De même, le flirt avec Faye Romano (Odessa Young), la serveuse d’un diner du New Jersey, petite sœur d’un copain d’école, constitue un épisode complètement inventé et loin de la réalité, car dès son succès installé, le Boss s’est mis à fréquenter photographes à la mode, mannequins et autres actrices. Pour accentuer ses origines populaires et son attention vers les employés, on a monté de toutes pièces une romance qui sonne faux. On ne comprend guère pourquoi il quitte sa petite amie et sa fille, sinon au nom d’une incapacité à se projeter dans l’avenir.


 


 

On regrettera aussi l’absence de toute référence au contexte politique américain. L’action se déroule au cœur de l’année 1982, au milieu du premier mandat de Ronald Reagan, dont la couleur politique ne correspond pas aux orientations de l’intéressé. L’humeur sombre et tragique qui traverse l’album Nebraska n’est pas étrangère à ces circonstances précises de la société américaine. Il n’en est fait aucune allusion alors que Bruce Springsteen aura quelques années plus tard le loisir d’affronter le président américain, après la tentative de récupération par les républicains lors du triomphe planétaire de Born In The USA.


 


 

On appréciera, en revanche, davantage les costumes et les décors, des clubs aux intérieurs, qui eux reflètent cette époque et cette poésie du New Jersey célébrée dans les chansons springsteeniennes, ainsi que les quelques références à son panthéon personnel : le film de Terrence Malick, La Balade sauvage (1973), l’œuvre de Flannery O’Connor, ou le premier album du duo Suicide, qu’il écoute allongé par terre dans son salon. Le film aurait gagné à être truffé davantage de clins d’œil.


 


 

On retrouve aussi sa puissance de travail et d’écriture lors de la conception de l’album - "Deliver me from nowhere" est d’ailleurs le dernier vers de la chanson "Open All Night". Le point fort réside dans l’association entre le chanteur et Jon Landau, ici interprété par Jeremy Strong, son manager qui l’accompagne depuis 1975 et l’album Born To Run.


 


 

Finalement, ce sont les séquences consacrées à la musique qui sont les plus convaincantes, là où la narration ne s’égare pas dans des contre-allées bavardes. Si les membres du E Street Band n’apparaissent guère, Jon Landau et ses acolytes, à commencer par le producteur Chuck Plotkin (Marc Maron), transmettent aux cadres dirigeants du label Columbia le souhait de leur protégé de sortir un album entièrement acoustique, qu’ils arriveront finalement à imposer. Ces scènes, parmi les plus vivantes du film, quoique légèrement caricaturales, lui donnent un relief particulier et révèlent le caractère tenace du personnage principal. Elles compensent l’image d’un homme coincé dans la salle d’attente de son psychiatre, alors que l’artiste aux performances spectaculaires embrasait les salles de concert : n’était-ce pas ce dernier qui méritait un traitement cinématographique ? Trop de longueurs, trop de clichés, Springsteen : Deliver Me from Nowhere laisse au final un goût amer d’occasion manquée dans la transmission d’un mythe aux nouvelles générations.

Charles Ficat
Jeune Cinéma en ligne directe

1. "Un parfait inconnu", Jeune Cinéma en ligne directe.

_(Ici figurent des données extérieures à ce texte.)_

class Entry(_Window):
    """New traders enter at ``start`` and trade with ``partners`` random traders of the other role.

    Parameters
    ----------
    n_buyers, n_sellers : int
        How many enter.
    partners : int or None
        Trading partners of each entrant, drawn at random among the other role (None: all).
    population : mapping
        Keyword arguments for the entrants' population (value, cost, sigma, ... as in the spec's
        ``[population]``); defaults to the spec's own distributions' defaults.
    """

    description: ClassVar[str] = "new traders enter the market"
    odd_notes: ClassVar[dict[str, str]] = {
        "basic_principles": ("New traders enter at a round with their own curves and links."),
        "stochasticity": (
            "Entrants' parameters and links are drawn from the intervention's own stream."
        ),
    }

    def __init__(
        self,
        n_buyers: int = 0,
        n_sellers: int = 0,
        partners: int | None = None,
        population: Mapping | None = None,
        start: int = 0,
        until=None,
    ) -> None:
        self.n_buyers = n_buyers
        self.n_sellers = n_sellers
        self.partners = partners
        self.population = population
        self.start = start
        self.until = until

    def check(self) -> None:
        """Whole numbers, at least one entrant; ``until`` is not supported (they stay)."""
        self._check_window()
        _whole("n_buyers", self.n_buyers)
        _whole("n_sellers", self.n_sellers)
        if self.n_buyers + self.n_sellers < 1:
            raise ValueError("n_buyers + n_sellers must be at least 1")
        if self.partners is not None:
            _whole("partners", self.partners, 1)
        if self.until is not None:
            raise ValueError("until is not allowed for entry: entrants stay (use remove_traders)")
        bad = set(self.population or {}) & {"n_buyers", "n_sellers", "rng"}
        if bad:
            raise ValueError(f"population.{sorted(bad)[0]} is not allowed here")

    def begin(self, market, rng: np.random.Generator) -> None:
        """Append the entrants' rows and their edges."""
        from propensim.agents.population import Population, build_population
        from propensim.plugins.types import TradingNetwork

        old = market.population
        conf = dict(self.population or {})
        conf.setdefault("curve", old.curve)
        new = build_population(int(self.n_buyers), int(self.n_sellers), rng=rng, **conf)
        cols = {}
        for name in ("role", *FLOAT_COLUMNS, *INT_COLUMNS):
            cols[name] = np.concatenate([getattr(old, name), getattr(new, name)])
        params = {}
        for key, arr in old.curve_params.items():
            extra = new.curve_params.get(key)
            if extra is None:
                raise ValueError(f"entrants need curve_params[{key!r}] like the other traders")
            params[key] = np.concatenate([arr, extra])
        pop = Population(**cols, curve=old.curve, curve_params=params)
        n_old, n = len(old), len(pop)
        rows = np.arange(n_old, n)
        net = market.network
        buyers = np.flatnonzero(pop.role == BUYER)
        sellers = np.flatnonzero(pop.role == SELLER)
        sellers_old = sellers[sellers < n_old]
        buyers_old = buyers[buyers < n_old]
        eb, es = [net.buyer], [net.seller]
        for r in rows:
            others = sellers_old if pop.role[r] == BUYER else buyers_old
            if self.partners is not None and self.partners < others.size:
                others = np.sort(rng.choice(others, size=int(self.partners), replace=False))
            mine = np.full(others.size, r)
            if pop.role[r] == BUYER:
                eb.append(mine)
                es.append(others)
            else:
                eb.append(others)
                es.append(mine)
        attributes = {}
        for key, values in net.attributes.items():
            fill = np.full(n - n_old, values[0] if values.size else 0, dtype=values.dtype)
            attributes[key] = np.concatenate([values, fill])
        network = TradingNetwork(
            n,
            np.concatenate(eb),
            np.concatenate(es),
            complete=net.complete and self.partners is None,
            attributes=attributes,
        )
        market.replace_population(pop, network)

2. Warren Zanes, Deliver Me from Nowhere : The Making of Bruce Springsteen’s Nebraska, New York, Crown, 2023.

3. Jeremy Allen White, Golden Globes 2025 : Meilleur Acteur pour la série The Bear (2022-2026).

4. Le premier film de Scott Cooper, Crazy Heart (2009) a reçu deux Oscars en 2010 : Meilleur Acteur pour Jeff Bridges et Meilleure Chanson originale.

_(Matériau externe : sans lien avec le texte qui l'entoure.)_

"""Experiment spec files: read, check and expand an experiment into run plans.

A spec is a TOML file (or the same structure as a Python dict) with the sections ``experiment``
(name, seed, rounds, replicates), ``population`` (keyword arguments of
:func:`~propensim.agents.population.build_population`), ``network``, ``clearing`` and ``drift``
(plugins: a ``name`` and its parameters), ``market`` (engine options), ``collect`` (what to keep),
``design`` (a sweep over dotted field paths, see :mod:`propensim.experiments.designs`), ``arms``
(comparison arms, each overriding dotted fields) and ``compare`` (how the arms are compared).
``experiments/examples/demo.toml`` is a commented example of every section.

Everything is checked before anything runs, and every problem becomes one :class:`SpecError` whose
one-line message reads ``FILE:LINE: field.path: what is wrong; allowed: ...``. Plugin names and
parameters are checked through the plugin registry, population parameters by building a tiny
population, and every distinct run configuration (every arm at every design point) is checked,
since a design may push a parameter out of its range.

Arms and design points override dotted fields of the base configuration, arm first, then point.
An override that changes a plugin's ``name`` (``clearing.name = "call_auction"``) starts that
plugin's table afresh: only the parameters set by the same arm or point are kept, because the
parameters of one rule generally mean nothing to another. A design parameter that only some arms
have is listed in those arms' ``parameters = ["clearing.meetings"]``: it then applies to them
alone; a parameter no arm lists applies to every arm. Arms of a point and replicate still share
the seed and every parameter applied to both, so they stay paired.

File parameters of plugins (``file_parameters``, e.g. ``network.path`` of ``edge_list``) are read
relative to the spec file's folder, written out absolute, and the SHA-256 of each file's content
is kept in every run configuration that reads it (``config["inputs"]``), so run ids change when a
file does.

5. Bruce Springsteen, Born To Run New York, Simon and Schuster, 2016.


Springsteen : Deliver Me from Nowhere. Réal : Scott Cooper ; sc : S.C. & Warren Zanes, d’après son livre ; ph : Masanobu Takayanagi ; mont : Pamela Martin ; mu : Jeremiah Fraites. Int : Jeremy Allen White, Jeremy Strong, Stephen Graham, Odessa Young, Paul Walter Hauseer, Gaby Hoffmann (USA, 2025, 119 mn).